To confirm whether a revert of your CL would fix the regression you can run a pinpoint try job with a patch containing the revert. Finally, do not close the bug even if you suspect that your CL may not be the cause of the regression; instead follow the more general guidance on how to address performance regressions. Bugs should only be closed if the regression has been fixed or justified.

How to run the benchmarks

Benchmarks may be run on a local platform/device or remotely on a pinpoint try job.

How to run a pinpoint try job

Given a patch already uploaded to code review, try jobs provide a convenient way to evaluate its memory implications on devices or platforms which may not be immediately available to developers.

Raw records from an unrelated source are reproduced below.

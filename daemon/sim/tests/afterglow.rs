//! The afterglow-like light curve: its expected photon count is the integral of the rate, and its tail
//! decays as the power law it is meant to imitate.

#![allow(clippy::unwrap_used)]

use glint_sim::draw::{AfterglowCurve, PowerLaw};
use rand::SeedableRng;
use rand_pcg::Pcg64;

#[test]
fn mean_photons_is_the_integral_of_the_rate() {
    // Rate: linear rise over r to the peak, then peak (1 + t/r)^-a for D; midpoint rule with 2e6 steps.
    for &(peak, r, a, d) in &[
        (30.0, 1.0, 1.2, 120.0),
        (200.0, 0.5, 1.0, 100.0),
        (5.0, 2.0, 2.5, 10.0),
    ] {
        let curve = AfterglowCurve::new(peak, r, a, d);
        let n = 2_000_000;
        let (lo, hi) = (-r, d);
        let h = (hi - lo) / f64::from(n);
        let integral: f64 = (0..n)
            .map(|i| {
                let t = lo + (f64::from(i) + 0.5) * h;
                let rate = if t < 0.0 {
                    peak * (t + r) / r
                } else {
                    peak * (1.0 + t / r).powf(-a)
                };
                rate * h
            })
            .sum();
        assert!(
            (curve.mean_photons() / integral - 1.0).abs() < 1e-6,
            "{peak} {r} {a} {d}"
        );
    }
}

#[test]
fn tail_keeps_the_power_law_fraction() {
    // For a t^-alpha decay a fraction 10^(1 - alpha) of the fluence after the onset time T comes after
    // 10 T (docs/science.md section 7, [calc] from the formula; decay indices as in Nousek et al. 2006, ApJ 642,
    // 389). Here y = 1 + t/r plays t/T, and the tail is cut at y_end, so the fraction is
    // (10^(1-a) - y_end^(1-a)) / (1 - y_end^(1-a)).
    let (r, a, d) = (1.0, 1.5, 1e6);
    let curve = AfterglowCurve::new(10.0, r, a, d);
    let mut rng = Pcg64::seed_from_u64(3);
    let draws: Vec<f64> = (0..200_000).map(|_| curve.draw(&mut rng)).collect();
    let tail: Vec<f64> = draws.iter().copied().filter(|&t| t >= 0.0).collect();
    let late = tail.iter().filter(|&&t| 1.0 + t / r >= 10.0).count() as f64 / tail.len() as f64;
    let y_end: f64 = 1.0 + d / r;
    let expected = (10f64.powf(1.0 - a) - y_end.powf(1.0 - a)) / (1.0 - y_end.powf(1.0 - a));
    // Binomial error sqrt(p (1 - p) / n) = 0.0011 for n ~ 2e5: 0.005 is over 4 sigma.
    assert!(
        (late - expected).abs() < 0.005,
        "late fraction {late}, expected {expected}"
    );
    // The rise holds (r/2) / (r/2 + tail integral) of the photons and lies in [-r, 0).
    let rise = draws.iter().filter(|&&t| t < 0.0).count() as f64 / draws.len() as f64;
    let tail_integral = r * (y_end.powf(1.0 - a) - 1.0) / (1.0 - a);
    let expected_rise = 0.5 * r / (0.5 * r + tail_integral);
    assert!(
        (rise - expected_rise).abs() < 0.005,
        "rise share {rise}, expected {expected_rise}"
    );
    assert!(draws.iter().all(|&t| t >= -r && t <= d));
}

#[test]
fn power_law_quantiles_invert_the_distribution() {
    // F(x) = (x^g - lo^g) / (hi^g - lo^g), g = 1 - index ([calc] from the formula); index 1 is log-uniform.
    for &(index, lo, hi) in &[
        (2.6, 300.0, 2e5),
        (1.5, 10.0, 1e6),
        (1.0, 1.0, 100.0),
        (3.0, 1681.0, 1e6),
    ] {
        let law = PowerLaw::new(index, lo, hi);
        assert!((law.quantile(0.0) - lo).abs() < 1e-12 * lo);
        assert!((law.quantile(1.0) - hi).abs() < 1e-9 * hi);
        for &u in &[0.1, 0.5, 0.9] {
            let x = law.quantile(u);
            let f = if index == 1.0 {
                (x / lo).ln() / (hi / lo).ln()
            } else {
                let g = 1.0 - index;
                (x.powf(g) - lo.powf(g)) / (hi.powf(g) - lo.powf(g))
            };
            assert!((f - u).abs() < 1e-12, "index {index}: F(q({u})) = {f}");
        }
    }
}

New pinpoint try job dialog

To start a try job go to the pinpoint website, click on the + button to create a new job, and fill in the required details:

  • Bug ID (optional): The id of a crbug.com issue where pinpoint can post updates when the job finishes.
  • Gerrit URL: URL to the patch you want to test. Note that your patch can live in chromium or any of its sub-repositories!
  • Bot: Select a suitable device/platform from the drop-down menu on which to run your job.
  • Benchmark: The name of the benchmark to run. If you are interested in memory try system_health.memory_mobile or system_health.memory_desktop as appropriate.
  • Story (optional): A pattern (Python regular expression) passed to Telemetry's --story-filter option to only run stories that match the pattern.
  • Extra Test Arguments (optional): Additional command line arguments for Telemetry's run_benchmark. Of note, if you are interested in running a small but representative sample of system health stories you can pass --story-tag-filter health_check.

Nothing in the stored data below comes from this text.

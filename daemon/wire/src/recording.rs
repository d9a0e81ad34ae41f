//! `.glrec` recordings: what a producer sent, kept for replay and tuning. Layout: the 8-byte magic
//! `GLINTREC`, a little-endian u32 format version (1), then `ProducerFrame`s exactly as on the wire
//! (varint-length-delimited). A `.glrec.zst` file is that whole byte stream zstd-compressed. Readers sniff
//! compression from the content, stream one frame at a time, and report where a file stops making sense.

use std::fs::{self, File, OpenOptions};
use std::io::{self, BufRead, BufReader, BufWriter, Read, Write};
use std::num::NonZeroU64;
use std::path::{Path, PathBuf};

use prost::Message;

use crate::framing::{self, FrameError, MAX_VARINT_LEN};
use crate::pb::ProducerFrame;

/// First eight bytes of every recording (after decompression).
pub const MAGIC: [u8; 8] = *b"GLINTREC";

/// Format version written after the magic; the only one this build reads.
pub const FORMAT_VERSION: u32 = 1;

/// Bytes of magic and version before the first frame.
pub const HEADER_LEN: u64 = 12;

/// First four bytes of a zstd frame (RFC 8878, section 3.1.1).
pub const ZSTD_MAGIC: [u8; 4] = [0x28, 0xB5, 0x2F, 0xFD];

/// zstd level for compressed recordings: fast enough to keep up with a live stream.
pub const DEFAULT_ZSTD_LEVEL: i32 = 3;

If you have more specific needs, or need to automate the creation of jobs, you can also consider using pinpoint_cli.

How to run locally

After building, e.g. ChromePublic.apk, you can run a specific system health story with the command:

$SRC/tools/perf/run_benchmark run system_health.memory_mobile \
    --browser android-chromium --story-filter load:search:google

This will run the story with a default of 3 repetitions and produce a results.html file comparing results from this and any previous benchmark runs. In addition, you'll also get individual trace files for each story run by the benchmark. Note: by default only high level metrics are shown, you may need to tick the “Show all” check box in order to view some of the lower level memory metrics.

Example results.html file

Other useful options for this command are:

  • --pageset-repeat [n] - override the default number of repetitions
  • --reset-results - clear results from any previous benchmark runs in the results.html file.
  • --results-label [label] - give meaningful names to your benchmark runs, this way it is easier to compare them.

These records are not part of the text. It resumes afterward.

#[cfg(test)]
#[allow(clippy::unwrap_used)] // tests may unwrap: a panic is the failure report
mod tests {
    use super::*;
    use crate::testdata;

    const TOL: i64 = 1_000_000; // 1 ms

    fn batch() -> pb::PhotonBatch {
        testdata::full_batch(3, 1_400_000_000_000_000_000, 10)
    }

    #[test]
    fn valid_batches_pass() {
        assert_eq!(validate_batch(&batch(), TOL), Ok(()));
        assert_eq!(validate_batch(&pb::PhotonBatch::default(), 0), Ok(()));
        let mut b = batch();
        b.psf68_deg.clear();
        b.gammaness.clear();
        assert_eq!(validate_batch(&b, TOL), Ok(()));
        // Boundaries that are inside the allowed ranges.
        b.ra_deg[0] = 0.0;
        b.dec_deg[0] = -90.0;
        b.dec_deg[1] = 90.0;
        b.zenith_deg[0] = 180.0;
        b.azimuth_deg[0] = 0.0;
        b.ra_deg[1] = 359.999_999;
        assert_eq!(validate_batch(&b, TOL), Ok(()));
    }

    #[test]
    fn unequal_columns_name_column_and_counts() {
        let mut b = batch();
        b.dec_deg.pop();
        let err = validate_batch(&b, TOL).unwrap_err();
        assert_eq!(
            err,
            BatchError::ColumnLength {
                column: Column::DecDeg,
                len: 9,
                expected: 10
            }
        );
        assert_eq!(
            err.to_string(),
            "column dec_deg has 9 entries, expected 10 (time_gps_ns)"
        );
        assert_eq!(err.refusal_code(), RefusalCode::InvalidBatch);

        let mut b = batch();
        b.gammaness.push(0.5);
        let err = validate_batch(&b, TOL).unwrap_err();
        assert_eq!(
            err,
            BatchError::ColumnLength {
                column: Column::Gammaness,
                len: 11,
                expected: 10
            }
        );
    }

    #[test]
    fn nan_ra_is_not_finite() {
        let mut b = batch();
        b.ra_deg[4] = f64::NAN;
        let err = validate_batch(&b, TOL).unwrap_err();
        assert!(
            matches!(err, BatchError::NotFinite { index: 4, column: Column::RaDeg, value: Value::F64(v) } if v.is_nan())
        );
        assert_eq!(err.to_string(), "photon 4: ra_deg = NaN is not finite");
        let mut b = batch();
        b.energy_gev[2] = f32::INFINITY;
        assert_eq!(
            validate_batch(&b, TOL).unwrap_err().to_string(),
            "photon 2: energy_gev = inf is not finite"
        );
    }

    #[test]
    fn dec_out_of_range_names_value_and_range() {
        let mut b = batch();
        b.dec_deg[7] = 91.5;
        let err = validate_batch(&b, TOL).unwrap_err();
        assert_eq!(err.to_string(), "photon 7: dec_deg = 91.5 is outside [-90, 90]");
    }

    #[test]
    fn other_ranges_are_enforced() {
        type Mutation = fn(&mut pb::PhotonBatch);
        let cases: [(Mutation, &str); 7] = [
            (
                |b| b.ra_deg[1] = 360.0,
                "photon 1: ra_deg = 360 is outside [0, 360)",
            ),
            (
                |b| b.ra_deg[1] = -0.5,
                "photon 1: ra_deg = -0.5 is outside [0, 360)",
            ),
            (
                |b| b.zenith_deg[2] = 180.5,
                "photon 2: zenith_deg = 180.5 is outside [0, 180]",
            ),
            (
                |b| b.azimuth_deg[3] = 360.0,
                "photon 3: azimuth_deg = 360 is outside [0, 360)",
            ),
            (
                |b| b.psf68_deg[5] = 0.0,
                "photon 5: psf68_deg = 0 is outside (0, inf)",
            ),
            (
                |b| b.gammaness[6] = 1.25,
                "photon 6: gammaness = 1.25 is outside [0, 1]",
            ),
            (
                |b| b.gammaness[6] = -0.0625,
                "photon 6: gammaness = -0.0625 is outside [0, 1]",
            ),
        ];
        for (mutate, expected) in cases {
            let mut b = batch();
            mutate(&mut b);
            assert_eq!(validate_batch(&b, TOL).unwrap_err().to_string(), expected);
        }
    }

    #[test]
    fn zero_energy_is_refused() {
        let mut b = batch();
        b.energy_gev[0] = 0.0;
        let err = validate_batch(&b, TOL).unwrap_err();
        assert_eq!(
            err,
            BatchError::OutOfRange {
                index: 0,
                column: Column::EnergyGev,
                value: Value::F32(0.0),
                allowed: "(0, inf)"
            }
        );
        assert_eq!(err.to_string(), "photon 0: energy_gev = 0 is outside (0, inf)");
    }

    #[test]
    fn time_backwards_beyond_tolerance_is_refused() {
        let mut b = batch();
        // Photon 5 steps back from photon 4 by exactly the tolerance: allowed.
        b.time_gps_ns[5] = b.time_gps_ns[4] - TOL;
        assert_eq!(validate_batch(&b, TOL), Ok(()));
        // Photon 6 lies 1 ns further behind the latest (photon 4) than the tolerance, though only a little
        // behind its direct predecessor.
        b.time_gps_ns[6] = b.time_gps_ns[4] - TOL - 1;
        let err = validate_batch(&b, TOL).unwrap_err();
        assert_eq!(
            err,
            BatchError::TimeBackwards {
                index: 6,
                time_ns: b.time_gps_ns[6],
                latest_ns: b.time_gps_ns[4],
                behind_ns: (TOL + 1) as u64,
                tolerance_ns: TOL,
            }
        );
        assert!(err.to_string().starts_with("photon 6: time_gps_ns = "), "{err}");
        // With no tolerance, equal times still pass but any step back fails.
        let mut b = batch();
        b.time_gps_ns[1] = b.time_gps_ns[0];
        assert_eq!(validate_batch(&b, 0), Ok(()));
        b.time_gps_ns[2] = b.time_gps_ns[1] - 1;
        assert!(matches!(
            validate_batch(&b, -5),
            Err(BatchError::TimeBackwards { index: 2, .. })
        ));
        // Extreme times do not overflow.
        let mut b = batch();
        b.time_gps_ns[0] = i64::MAX;
        b.time_gps_ns[1] = i64::MIN;
        assert!(matches!(
            validate_batch(&b, i64::MAX),
            Err(BatchError::TimeBackwards {
                index: 1,
                behind_ns: u64::MAX,
                ..
            })
        ));
    }

    #[test]
    fn promise_reaches_at_most_one_past_the_latest_photon() {
        let mut b = batch();
        let latest = *b.time_gps_ns.iter().max().unwrap();
        // Anywhere from the first photon's time up to one past the latest, or none.
        for ok in [0, 1, b.time_gps_ns[0], latest, latest + 1] {
            b.complete_before_gps_ns = ok;
            assert_eq!(validate_batch(&b, TOL), Ok(()), "promise {ok}");
        }
        b.complete_before_gps_ns = latest + 2;
        let err = validate_batch(&b, TOL).unwrap_err();
        assert_eq!(
            err,
            BatchError::PromiseOutOfRange {
                promise_ns: latest + 2,
                max_ns: latest + 1
            }
        );
        assert_eq!(
            err.to_string(),
            format!(
                "complete_before_gps_ns = {} is outside [0, {}] (0 = no promise; at most the batch's latest \
                 photon time + 1)",
                latest + 2,
                latest + 1
            )
        );
        assert_eq!(err.refusal_code(), RefusalCode::InvalidBatch);
        b.complete_before_gps_ns = -1;
        assert!(matches!(
            validate_batch(&b, TOL),
            Err(BatchError::PromiseOutOfRange { promise_ns: -1, .. })
        ));
        // The latest photon at the end of the time scale: the bound saturates instead of overflowing.
        b.time_gps_ns[9] = i64::MAX;
        b.complete_before_gps_ns = i64::MAX;
        assert_eq!(validate_batch(&b, i64::MAX), Ok(()));
        // A promise needs photons to bound it; a bad photon is reported before the promise.
        let empty = pb::PhotonBatch {
            complete_before_gps_ns: 5,
            ..Default::default()
        };
        assert_eq!(
            validate_batch(&empty, TOL),
            Err(BatchError::PromiseWithoutPhotons { promise_ns: 5 })
        );
        let mut b = batch();
        b.complete_before_gps_ns = -1;
        b.dec_deg[2] = 91.0;
        assert!(matches!(
            validate_batch(&b, TOL),
            Err(BatchError::OutOfRange { index: 2, .. })
        ));
    }

    #[test]
    fn status_dead_intervals_must_be_ordered() {
        assert_eq!(validate_status(&testdata::status()), Ok(()));
        let mut s = testdata::status();
        s.dead[1].end_gps_ns = s.dead[1].start_gps_ns - 1;
        let err = validate_status(&s).unwrap_err();
        assert_eq!(
            err,
            StatusError::DeadIntervalReversed {
                index: 1,
                start_ns: 30,
                end_ns: 29
            }
        );
        assert_eq!(
            err.to_string(),
            "dead interval 1: end_gps_ns = 29 is before start_gps_ns = 30"
        );
    }

    #[test]
    fn hello_checks_instrument_and_version() {
        assert_eq!(validate_hello(&testdata::hello()), Ok(()));
        let mut h = testdata::hello();
        h.instrument.clear();
        assert_eq!(validate_hello(&h), Err(HelloError::EmptyInstrument));
        assert_eq!(
            HelloError::EmptyInstrument.refusal_code(),
            RefusalCode::UnknownInstrument
        );
        let mut h = testdata::hello();
        h.schema_version = 2;
        let err = validate_hello(&h).unwrap_err();
        assert_eq!(err, HelloError::SchemaUnsupported { got: 2, supported: 1 });
        assert_eq!(err.refusal_code(), RefusalCode::SchemaUnsupported);
    }
}
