//! Horizontal coordinates and sidereal time against astropy (tests/reference/altaz.csv, made by
//! tests/reference/make_altaz.py with astropy 8; UT1 = UTC and no refraction on both sides).

#![allow(clippy::unwrap_used)]

use glint_science::instrument::SiteSpec;
use glint_sim::sky::{SkyFrame, gmst_deg, parse_utc_to_gps_ns};

struct Row {
    lat: f64,
    lon: f64,
    utc: String,
    gps_ns: i64,
    gmst: f64,
    ra: f64,
    dec: f64,
    alt: f64,
    az: f64,
}

fn rows() -> Vec<Row> {
    let path = concat!(env!("CARGO_MANIFEST_DIR"), "/../../tests/reference/altaz.csv");
    let text = std::fs::read_to_string(path).unwrap();
    let mut lines = text.lines().filter(|l| !l.starts_with('#'));
    let head = lines.next().unwrap();
    assert_eq!(
        head,
        "site,lat_deg,lon_deg,utc,gps_ns,gmst_deg,ra_deg,dec_deg,alt_deg,az_deg"
    );
    lines
        .map(|l| {
            let c: Vec<&str> = l.split(',').collect();
            let f = |i: usize| c[i].parse::<f64>().unwrap();
            Row {
                lat: f(1),
                lon: f(2),
                utc: c[3].to_string(),
                gps_ns: c[4].parse().unwrap(),
                gmst: f(5),
                ra: f(6),
                dec: f(7),
                alt: f(8),
                az: f(9),
            }
        })
        .collect()
}

/// Angle between two (altitude, azimuth) directions, degrees.
fn horizontal_separation(alt1: f64, az1: f64, alt2: f64, az2: f64) -> f64 {
    glint_sim::sky::separation_deg(az1, alt1, az2, alt2)
}

#[test]
fn utc_to_gps_matches_astropy() {
    let rows = rows();
    assert!(rows.len() >= 1000, "reference has {} rows", rows.len());
    for r in &rows {
        assert_eq!(parse_utc_to_gps_ns(&r.utc).unwrap(), r.gps_ns, "{}", r.utc);
    }
}

#[test]
fn gmst_matches_astropy_iau2006() {
    // Same IAU 2006 expression on both sides (Capitaine et al. 2003; erfa.gmst06 in astropy) with
    // UT1 = UTC: agreement to 1e-6 deg is [calc] rounding only.
    let mut worst: f64 = 0.0;
    for r in rows() {
        let d = (gmst_deg(r.gps_ns) - r.gmst + 540.0).rem_euclid(360.0) - 180.0;
        worst = worst.max(d.abs());
    }
    assert!(worst < 1e-6, "worst GMST difference {worst} deg");
}

#[test]
fn horizontal_coordinates_match_astropy_within_the_stated_error() {
    // glint-sim neglects precession and nutation since J2000 (about 50 arcsec a year: 0.28 deg by 2020,
    // 0.42 deg by 2030), annual aberration (< 0.006 deg) and polar motion: 0.5 deg bounds them over
    // 2020-2030 (common practice, no source; the precession rate is from memory).
    let mut worst: f64 = 0.0;
    let mut worst_2026: f64 = 0.0;
    let mut best_2026 = f64::INFINITY;
    for r in rows() {
        let frame = SkyFrame::new(
            &SiteSpec::Ground {
                latitude_deg: r.lat,
                longitude_deg: r.lon,
                altitude_m: 0.0,
            },
            r.gps_ns,
        );
        let (zenith, az) = frame.to_instrument(r.ra, r.dec, r.gps_ns);
        let sep = horizontal_separation(90.0 - zenith, az, r.alt, r.az);
        worst = worst.max(sep);
        if r.utc.starts_with("2026") {
            worst_2026 = worst_2026.max(sep);
            best_2026 = best_2026.min(sep);
        }
        // The inverse lands back on the same sky position.
        let (ra, dec) = frame.to_icrs(zenith, az, r.gps_ns);
        assert!(glint_sim::sky::separation_deg(ra, dec, r.ra, r.dec) < 1e-8);
    }
    assert!(worst < 0.5, "worst separation {worst} deg");
    // The error stated in the docs for 2026 (up to about 0.38 deg: 26.9 years of 50.3 arcsec along the
    // ecliptic, less toward the ecliptic poles; [calc] from the precession rate, which is from memory) is
    // what the comparison shows: the neglected precession dominates and nothing else is missing.
    assert!(
        (0.3..=0.4).contains(&worst_2026),
        "2026: {best_2026} to {worst_2026} deg"
    );
}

For WebView make sure to replace the system WebView on your device and use --browser android-webview.

Understanding memory metrics

There is a large number of memory-infra metrics, breaking down usage attributed to different components and processes.

memory-infra metrics

Most memory metrics have the form memory:{browser}:{processes}:{source}:{component}:{kind} where:

  • browser: One of chrome or webview.
  • processess: One of browser_process, renderer_processess, gpu_process, or all_processess.
  • source: One of reported_by_chrome or reported_by_os
  • component: May be a Chrome component, e.g. skia or sqlite; details about a specific component, e.g. v8:heap; or a class of memory as seen by the OS, e.g. system_memory:native_heap or gpu_memory. If reported by chrome, the metrics are gathered by MemoryDumpProviders, probes placed in the specific components' codebase. For example, in “memory:chrome:all_processes:reported_by_chrome:net:effective_size_avg,” the component is “net” which is Chrome's network stack and “reported_by_chrome” means that this metric is gathered via probes in the network stack.
  • kind: The kind of memory being reported. For metrics reported by Chrome this usually is effective_size (others are locked_size and allocated_objects_size); for metrics by the OS this usually is proportional_resident_size (others are peak_resident_size and private_dirty_size).

Read the memory-infra documentation for more details on them.